What is needed is each line of the data below that holds the string "filepath".

The data START

// writeTiesData writes ties.csv: 60 rows whose x is 1 but on every tenth
// row, where it is 2 (the 10% and 50% quantiles of x coincide).
func writeTiesData(t *testing.T, dir, _ string) {
	t.Helper()
	var b strings.Builder
	b.WriteString("y,site,x\n")
	for i := 0; i < 60; i++ {
		fmt.Fprintf(&b, "%d,%s,%d\n", 1+(i*7)%3, []string{"north", "east", "south"}[i%3], 1+btoi(i%10 == 0))
	}
	if err := os.WriteFile(filepath.Join(dir, "ties.csv"), []byte(b.String()), 0o644); err != nil {
		t.Fatal(err)
	}
}

// writeCellsData writes cells.csv: 60 rows of y, site (north, east,
// south), grade (lo, hi) and x, where no row has site south with grade hi.
func writeCellsData(t *testing.T, dir, _ string) {
	t.Helper()
	var b, c strings.Builder
	b.WriteString("y,site,grade,x\n")
	c.WriteString("y,site,grade,x,keep,w\n")
	for i := 0; i < 60; i++ {
		site, grade := []string{"north", "east", "south"}[i%3], []string{"lo", "hi"}[(i/3)%2]
		keep, w := "yes", 1
		if site == "south" && grade == "hi" {
			keep, w = "no", 0
		}
		fmt.Fprintf(&c, "%d,%s,%s,%d,%s,%d\n", 1+(i*7+i/5)%3, site, grade, i%7, keep, w)
		if site == "south" {
			grade = "lo"
		}
		fmt.Fprintf(&b, "%d,%s,%s,%d\n", 1+(i*7+i/5)%3, site, grade, i%7)
	}
	for name, body := range map[string]string{"cells.csv": b.String(), "cellskeep.csv": c.String()} {
		if err := os.WriteFile(filepath.Join(dir, name), []byte(body), 0o644); err != nil {
			t.Fatal(err)
		}
	}
}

The data END

• [Completed task]
	if err := os.WriteFile(filepath.Join(dir, "ties.csv"), []byte(b.String()), 0o644); err != nil {
		if err := os.WriteFile(filepath.Join(dir, name), []byte(body), 0o644); err != nil {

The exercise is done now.